[Task statement]: Work out how many lines below contain the word "export", then give that number alone.

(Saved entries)

----------

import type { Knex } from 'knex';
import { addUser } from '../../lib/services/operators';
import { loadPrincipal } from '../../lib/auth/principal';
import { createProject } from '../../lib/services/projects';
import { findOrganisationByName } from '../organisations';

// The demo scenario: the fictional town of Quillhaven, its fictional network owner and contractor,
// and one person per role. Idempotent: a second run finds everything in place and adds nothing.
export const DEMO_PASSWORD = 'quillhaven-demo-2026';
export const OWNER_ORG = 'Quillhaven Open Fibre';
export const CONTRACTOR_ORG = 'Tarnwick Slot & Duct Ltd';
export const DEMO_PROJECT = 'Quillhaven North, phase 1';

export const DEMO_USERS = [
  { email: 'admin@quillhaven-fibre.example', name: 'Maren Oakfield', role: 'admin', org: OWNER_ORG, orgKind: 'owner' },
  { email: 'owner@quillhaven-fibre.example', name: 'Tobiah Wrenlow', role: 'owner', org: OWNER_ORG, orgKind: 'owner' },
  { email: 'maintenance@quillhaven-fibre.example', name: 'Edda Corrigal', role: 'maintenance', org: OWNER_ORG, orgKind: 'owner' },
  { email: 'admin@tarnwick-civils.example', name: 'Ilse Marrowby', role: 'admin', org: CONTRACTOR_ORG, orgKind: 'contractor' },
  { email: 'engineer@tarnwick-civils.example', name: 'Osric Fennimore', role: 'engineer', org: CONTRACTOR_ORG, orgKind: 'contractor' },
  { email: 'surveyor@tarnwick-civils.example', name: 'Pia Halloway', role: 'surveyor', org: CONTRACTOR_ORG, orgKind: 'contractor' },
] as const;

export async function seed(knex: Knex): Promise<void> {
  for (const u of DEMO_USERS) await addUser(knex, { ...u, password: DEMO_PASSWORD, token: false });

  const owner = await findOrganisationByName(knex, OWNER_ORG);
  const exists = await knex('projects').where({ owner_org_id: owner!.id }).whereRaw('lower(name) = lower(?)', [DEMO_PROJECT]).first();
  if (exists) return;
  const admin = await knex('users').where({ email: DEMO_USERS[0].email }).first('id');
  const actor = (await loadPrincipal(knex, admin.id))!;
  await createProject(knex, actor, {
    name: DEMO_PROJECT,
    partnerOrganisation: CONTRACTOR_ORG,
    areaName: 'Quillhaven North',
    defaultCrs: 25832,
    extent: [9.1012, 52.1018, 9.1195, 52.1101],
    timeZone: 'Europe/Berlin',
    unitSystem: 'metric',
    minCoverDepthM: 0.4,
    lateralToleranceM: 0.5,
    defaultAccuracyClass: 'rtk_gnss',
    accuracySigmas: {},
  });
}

----------

[Task answer]: 6